有独属于两个人的话题,让陈肯的心情好了许多,他不再像一个不断充气的气球一样不断膨胀。
陈肯嗅了嗅面前的空气,然后在赵却堪称要杀人的目光里,往前凑了一点点,又嗅了嗅,他说:“你喷牛奶味儿的香水?”
“……”赵却的表情一下复杂了起来,“我没踹你脑袋吧,怎么嗅觉还出问题了。小头影响大头了?我出钱,你去医院再查查脑子。”
还有点甜。
陈肯想,草莓大福。
赵却说完就立马跑路了。
来找赵却的赵然,看见陈肯深吸了一口气,表情变得茫然,微微张开嘴。
啊?
赵然死去的记忆活了,这人好像是幼儿园欺负我的变态,又在做变态的事。
赵然急忙躲到他堂姐赵却身后。
赵然立马察觉到有一道视线,如芒在背。他回头瞥了眼,那个变态站在一个微妙的距离,面无表情看着他,在和他对视后,皮笑肉不笑。
赵然因为爸妈在宁上过班,在赵却家住过一年,然后就因为爸妈返乡做生意,跟着转学了。
他对陈肯的印象说深不深,说浅不浅。陈肯是作为被他堂姐一头撞飞的反派形象出现在他记忆里的,他当时躲在姐姐背后,揪着姐姐的衣服,感动极了。

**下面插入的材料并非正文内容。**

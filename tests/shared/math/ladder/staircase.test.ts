import fc from 'fast-check';
import { describe, expect, it } from 'vitest';
import { sceneEv100 } from '../../../../shared/math/exposure';
import { flashStops } from '../../../../shared/math/flashExposure';
import { rungPower, type LadderFlash } from '../../../../shared/math/ladder/rungPower';
import { SHUTTER_FIRST, staircase, type StaircasePlan } from '../../../../shared/math/ladder/staircase';
import { exactAt, positionOf, stepsPerStop } from '../../../../shared/math/marks';
import { plans } from '../../../support/ladderInputs';
import { within } from '../../../support/within';

const plan: StaircasePlan = {
  scale: 'full',
  holdAperture: 4,
  holdIso: 100,
  ndStops: 0,
  baseShutterS: 1 / 64,
  order: SHUTTER_FIRST,
  slowestShutterS: 1 / 16,
  isoMax: 400,
  apertureMin: 2,
};

const shown = (given: StaircasePlan, brightest: number) =>
  staircase(given, brightest).map(({ aperture, shutterS, iso }) => [
    Number(aperture.toFixed(9)),
    1 / shutterS,
    iso,
  ]);

describe('the stairs of a ladder', () => {
  it('lengthen the shutter, open the aperture, then raise the ISO, by hand', () => {
    // f/4 and ISO 100: EV 8 is 1/16 s, EV 10 is 1/64 s.
    expect(shown(plan, 9.9)).toEqual([
      [4, 128, 100],
      [4, 64, 100],
      [4, 32, 100],
      [4, 16, 100],
      [2.828427125, 16, 100],
      [2, 16, 100],
      [2, 16, 200],
      [2, 16, 400],
    ]);
  });

  it('keep the frame’s shutter while ISO gives way first, and use faster ones only for brighter scenes', () => {
    expect(shown({ ...plan, order: ['iso', 'shutter', 'aperture'] }, 10.9)).toEqual([
      [4, 256, 100],
      [4, 128, 100],
      [4, 64, 100],
      [4, 64, 200],
      [4, 64, 400],
      [4, 32, 400],
      [4, 16, 400],
      [2.828427125, 16, 400],
      [2, 16, 400],
    ]);
  });

  it('never use a shutter that is faster than a flash can be synchronised with', () => {
    expect(shown({ ...plan, fastestShutterS: 1 / 32 }, 14)[0]).toEqual([4, 32, 100]);
    expect(() => staircase({ ...plan, fastestShutterS: 1 / 8 }, 8)).toThrow(RangeError);
  });

  it('fall by a step at most, stay inside the limits, and lie on marks or on what is held', () => {
    fc.assert(
      fc.property(plans, fc.double({ min: -10, max: 18, noNaN: true }), (given, brightest) => {
        const whole = { ...given, baseShutterS: 1 / 64 };
        const stairs = staircase(whole, brightest);
        const step = 1 / stepsPerStop(given.scale);
        stairs.forEach(({ aperture, shutterS, iso, ev100 }, index) => {
          within(ev100, sceneEv100(aperture, shutterS, iso, given.ndStops), 1e-12, 'EV');
          expect(aperture).toBeGreaterThanOrEqual(given.apertureMin * (1 - 1e-8));
          expect(iso).toBeLessThanOrEqual(given.isoMax * (1 + 1e-8));
          expect(shutterS).toBeLessThanOrEqual(given.slowestShutterS * (1 + 1e-8));
          if (aperture !== given.holdAperture) {
            const position = Math.round(positionOf('aperture', given.scale, aperture));
            within(aperture, exactAt('aperture', given.scale, position), 1e-9, 'aperture');
          }
          const before = stairs[index - 1];
          if (!before) return;
          expect(ev100).toBeLessThan(before.ev100);
          // Times over 32 s are whole seconds, up to half a second off their place on the scale.
          const rounding = shutterS > 32 ? 0.05 : 1e-9;
          expect(before.ev100 - ev100).toBeLessThanOrEqual(step + rounding);
        });
        const asked = Math.min(brightest, sceneEv100(given.holdAperture, 1e-6, given.holdIso, given.ndStops));
        const slowest = stairs.filter(
          ({ iso, aperture }) => iso === given.holdIso && aperture === given.holdAperture,
        );
        if (slowest.length > 1) expect(stairs[0]?.ev100 ?? NaN).toBeGreaterThan(asked - step);
      }),
      { numRuns: 300 },
    );
  });
});

describe('the flash power on a rung', () => {
  const flash: LadderFlash = {
    guideNumberM: 32,
    distanceM: 4,
    lossStops: 0,
    minPower: 1 / 128,
    stepStops: 1 / 3,
    belowBackgroundStops: 1,
  };
  const stair = { aperture: 4, shutterS: 1 / 64, iso: 100, ev100: 10 };

  it('is half the light where the ambient gives the other half, by hand', () => {
    // At f/4 and 4 m a guide number of 32 is two stops over; half of the light is one stop under the aim: 1/8.
    const found = rungPower(flash, { backgroundStops: 0, subjectStops: 0 }, stair, 0);
    expect(found).toEqual({ power: 1 / 8, isInRange: true });
  });

  it('is halved when the ISO is doubled and doubled by a stop of filter', () => {
    const aim = { backgroundStops: 0, subjectStops: 0 };
    expect(rungPower(flash, aim, { ...stair, iso: 200 }, 0)?.power).toBe(1 / 16);
    expect(rungPower(flash, aim, stair, 1)?.power).toBe(1 / 4);
  });

  it('brings the subject to its aim within half a power step, as light adds', () => {
    fc.assert(
      fc.property(
        fc.double({ min: -3, max: 1, noNaN: true }),
        fc.double({ min: -1, max: 1, noNaN: true }),
        fc.double({ min: 0, max: 6, noNaN: true }),
        fc.double({ min: 1.4, max: 16, noNaN: true }),
        fc.constantFrom(1 / 3, 1 / 2, 1),
        (backgroundStops, subjectStops, belowBackgroundStops, aperture, stepStops) => {
          const given = { ...flash, belowBackgroundStops, stepStops };
          const found = rungPower(given, { backgroundStops, subjectStops }, { ...stair, aperture }, 0);
          const ambient = 2 ** (backgroundStops - belowBackgroundStops);
          expect(found === null).toBe(ambient >= 2 ** subjectStops);
          if (!found) return;
          expect(found.power).toBeLessThanOrEqual(1);
          expect(found.power).toBeGreaterThanOrEqual(1 / 128 - 1e-12);
          if (!found.isInRange) return;
          const stops = flashStops({ ...given, aperture, iso: 100, power: found.power });
          within(Math.log2(2 ** stops + ambient), subjectStops, stepStops / 2 + 1e-9, 'subject');
        },
      ),
    );
  });

  it('stops at full power and at the lowest, and says so', () => {
    const aim = { backgroundStops: -1, subjectStops: 0 };
    expect(rungPower({ ...flash, distanceM: 40 }, aim, stair, 0)).toEqual({ power: 1, isInRange: false });
    expect(rungPower({ ...flash, distanceM: 0.3 }, aim, stair, 0)).toEqual({
      power: 1 / 128,
      isInRange: false,
    });
  });
});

他无意识地努力把自己缩在姐姐的背后,躲避此人的视线。
赵却跟人说话呢,转过头来阴阳怪气地说:“赵然你身上刺挠就去洗澡。”
赵然比赵却高,低眉顺眼地看了眼赵却,又转头看陈肯。
赵却跟着他看见了陈肯,表情立马跟吃了屎似的,和说话的人道了歉,拉着赵然就跑,跑到自己爹妈身边,人扎堆的地方。
“姐,他谁啊?”
赵却没头没脑地想起那个神经传闻,说:“京圈佛子。”
“他哪里佛子,他像要把我变成舍利子。”
“你就补的那颗牙会变成舍利子。”
“卧槽,他又跟过来了。你俩有过节?”
“像没有么?”
“……姐姐你攻击性好强。”
这能怪谁呢,全怪陈肯!!
赵却长舒一口气,说:“我的问题。”
一直这么躲着也不是个事儿。
然后捏拳给自己打气,“然啊,我要是五分钟没回来,你拉着我妈去楼下走道找我,记住啊,只能带我妈,你准时一点,姐姐身家性命就交给你了。”
赵然眼睁睁看着他堂姐视死如归地走到那个穿着po1o衫,大裤衩子的黑面阎罗面前,拍了拍人家的肩膀,那人一下朝着他昂起了头,趾高气昂跟在他姐身后走了。
说真的,怎么会有人穿着大裤衩子来这个正式的干饭场合。闹呢?
*
等电梯的时候,陈肯又闻到草莓大福的甜味,从赵却身上袅袅地飘出来。
以现在的情景说“你好香”跟性骚扰似的,陈肯憋住了,只是不断地深呼吸。
“你哮喘啊?”赵却以一种相当复杂的表情看他。
到了下一层的走廊,赵却习惯性地抱臂,歪头,以上位者的姿态,仰视陈肯,“说吧,要整什么幺蛾子。我是把你,伤进医院了。你——”赵却一顿,难以置信地问:“你不会真不行了吧?”然后视线下移,落在了陈肯裤裆上。
灰色的大裤衩子。
显大。
看起来好好的。
陈肯没接话,“我一会儿吃饭要和你坐一桌。”
赵却挑眉。
“坐你旁边。”
赵却拧眉。
“起不来了。确实起不来了。”
赵却震惊。
“呵呵。”赵却假笑,“那天全市最好的男科专家说你没事。”还挺耐造的。